▸ **Work to complete**
Copying exactly, give the lines in the material below from the one with "asked = _parser().parse_args(argv)" to the one with "if _is_reached_from_afar(asked) and", ends included, and nothing besides.

▸ **Records for this exercise**
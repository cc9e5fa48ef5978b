"""`python -m dashboard LAB`: serve the live page of a lab until told to end."""

from __future__ import annotations

import argparse
import logging
import os
import signal
import socket
import sys
import threading
from collections.abc import Sequence
from contextlib import suppress
from pathlib import Path

from daq.errors import DaqError, DescriptionError, StorageError
from daq.storage.lab import runs
from daq.storage.people import people
from dashboard.access import LONGEST_BODY
from dashboard.senders import is_loopback

# What the proxy says of a request is believed only from this computer.
PROXY = {
    "trusted_proxy": "127.0.0.1",
    "trusted_proxy_count": 1,
    "trusted_proxy_headers": {"x-forwarded-for", "x-forwarded-host", "x-forwarded-proto"},
    "clear_untrusted_proxy_headers": True,
}


def main(argv: Sequence[str] | None = None) -> int:
    """Return the exit status: 0 told to end, 1 port taken, 2 nobody can log in, 4 no such lab or run."""
    asked = _parser().parse_args(argv)
    try:
        _check(asked)
        listening = _listen(asked.host, asked.port)
    except DaqError as error:
        sys.stderr.write(f"{error}\n")
        return error.exit_status
    with listening:
        return _serve(listening, asked)


def _parser() -> argparse.ArgumentParser:
    parser = argparse.ArgumentParser(prog="python -m dashboard", description="Serve the live page of a lab.")
    parser.add_argument("lab", type=Path, metavar="LAB", help="folder that holds the runs")
    parser.add_argument("--host", default="127.0.0.1", help="address to listen on (this computer alone)")
    parser.add_argument("--port", type=int, default=0, help="port to listen on; 0 takes a free one")
    parser.add_argument(
        "--name", action="append", default=[], help="a name by which others call this computer (repeatable)"
    )
    parser.add_argument(
        "--behind-proxy", action="store_true", help="a TLS proxy on this computer passes requests on"
    )
    parser.add_argument(
        "--until-eof", action="store_true", help="end when standard input ends, with whoever started it"
    )
    parser.add_argument("--run", metavar="NAME", help="show this run; without it, always the newest")
    return parser


def _check(asked: argparse.Namespace) -> None:
    lab, run = asked.lab, asked.run
    if not lab.is_dir():
        raise StorageError(
            "there is no such lab folder", where=str(lab), remedy="Give the folder that holds runs"
        )
    if _is_reached_from_afar(asked) and not people(lab):
        what = f"{asked.host}: refusing to be reached from other computers while nobody can log in."
        first = f"tercet people {lab} add NAME --role operator"
        raise DescriptionError((f"{what} Let somebody in first: {first}",))
    if run is not None and run not in {folder.name for folder in runs(lab)}:
        raise StorageError(
            f"there is no run {run!r}", where=str(lab), remedy="Give the name of a folder in runs"
        )


def _is_reached_from_afar(asked: argparse.Namespace) -> bool:
    return asked.behind_proxy or not is_loopback(asked.host)


def _listen(host: str, port: int) -> socket.socket:
    family = socket.AF_INET6 if ":" in host else socket.AF_INET
    try:
        return socket.create_server((host, port), family=family)
    except (OSError, OverflowError) as error:
        raise DaqError(
            f"cannot listen ({error})",
            where=f"{host}:{port}",
            remedy="Choose another --port, or 0 for a free one",
        ) from error


def _serve(listening: socket.socket, asked: argparse.Namespace) -> int:
    from waitress.server import create_server

    from dashboard.app import build

    logging.getLogger("waitress").setLevel(logging.ERROR)
    afar = _is_reached_from_afar(asked)
    names = frozenset(name.lower() for name in asked.name) if afar else None
    server = create_server(
        build(asked.lab, asked.run, names, closed=afar).server,
        sockets=[listening],
        ident=None,
        max_request_body_size=LONGEST_BODY,
        **(PROXY if asked.behind_proxy else {}),
    )
    signal.signal(signal.SIGTERM, signal.default_int_handler)
    host, port = listening.getsockname()[:2]
    with suppress(KeyboardInterrupt):
        _say_where(host, port, plain=afar and not asked.behind_proxy)
        if asked.until_eof:
            threading.Thread(target=_end_with_the_other, daemon=True).start()
        server.run()  # waitress ends it on KeyboardInterrupt
    return 0


def _end_with_the_other() -> None:
    """End when whoever started the page is gone, also when it was killed."""
    sys.stdin.read()
    os.kill(os.getpid(), signal.SIGTERM)


def _say_where(host: str, port: int, plain: bool) -> None:
    sys.stdout.write(f"page: http://{f'[{host}]' if ':' in host else host}:{port}/\n")
    sys.stdout.flush()
    if plain:
        sys.stderr.write("Passwords cross the network readable by others: put a TLS proxy in front.\n")


if __name__ == "__main__":
    sys.exit(main())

▸ **Output for this task**
    asked = _parser().parse_args(argv)
    try:
        _check(asked)
        listening = _listen(asked.host, asked.port)
    except DaqError as error:
        sys.stderr.write(f"{error}\n")
        return error.exit_status
    with listening:
        return _serve(listening, asked)


def _parser() -> argparse.ArgumentParser:
    parser = argparse.ArgumentParser(prog="python -m dashboard", description="Serve the live page of a lab.")
    parser.add_argument("lab", type=Path, metavar="LAB", help="folder that holds the runs")
    parser.add_argument("--host", default="127.0.0.1", help="address to listen on (this computer alone)")
    parser.add_argument("--port", type=int, default=0, help="port to listen on; 0 takes a free one")
    parser.add_argument(
        "--name", action="append", default=[], help="a name by which others call this computer (repeatable)"
    )
    parser.add_argument(
        "--behind-proxy", action="store_true", help="a TLS proxy on this computer passes requests on"
    )
    parser.add_argument(
        "--until-eof", action="store_true", help="end when standard input ends, with whoever started it"
    )
    parser.add_argument("--run", metavar="NAME", help="show this run; without it, always the newest")
    return parser


def _check(asked: argparse.Namespace) -> None:
    lab, run = asked.lab, asked.run
    if not lab.is_dir():
        raise StorageError(
            "there is no such lab folder", where=str(lab), remedy="Give the folder that holds runs"
        )
    if _is_reached_from_afar(asked) and not people(lab):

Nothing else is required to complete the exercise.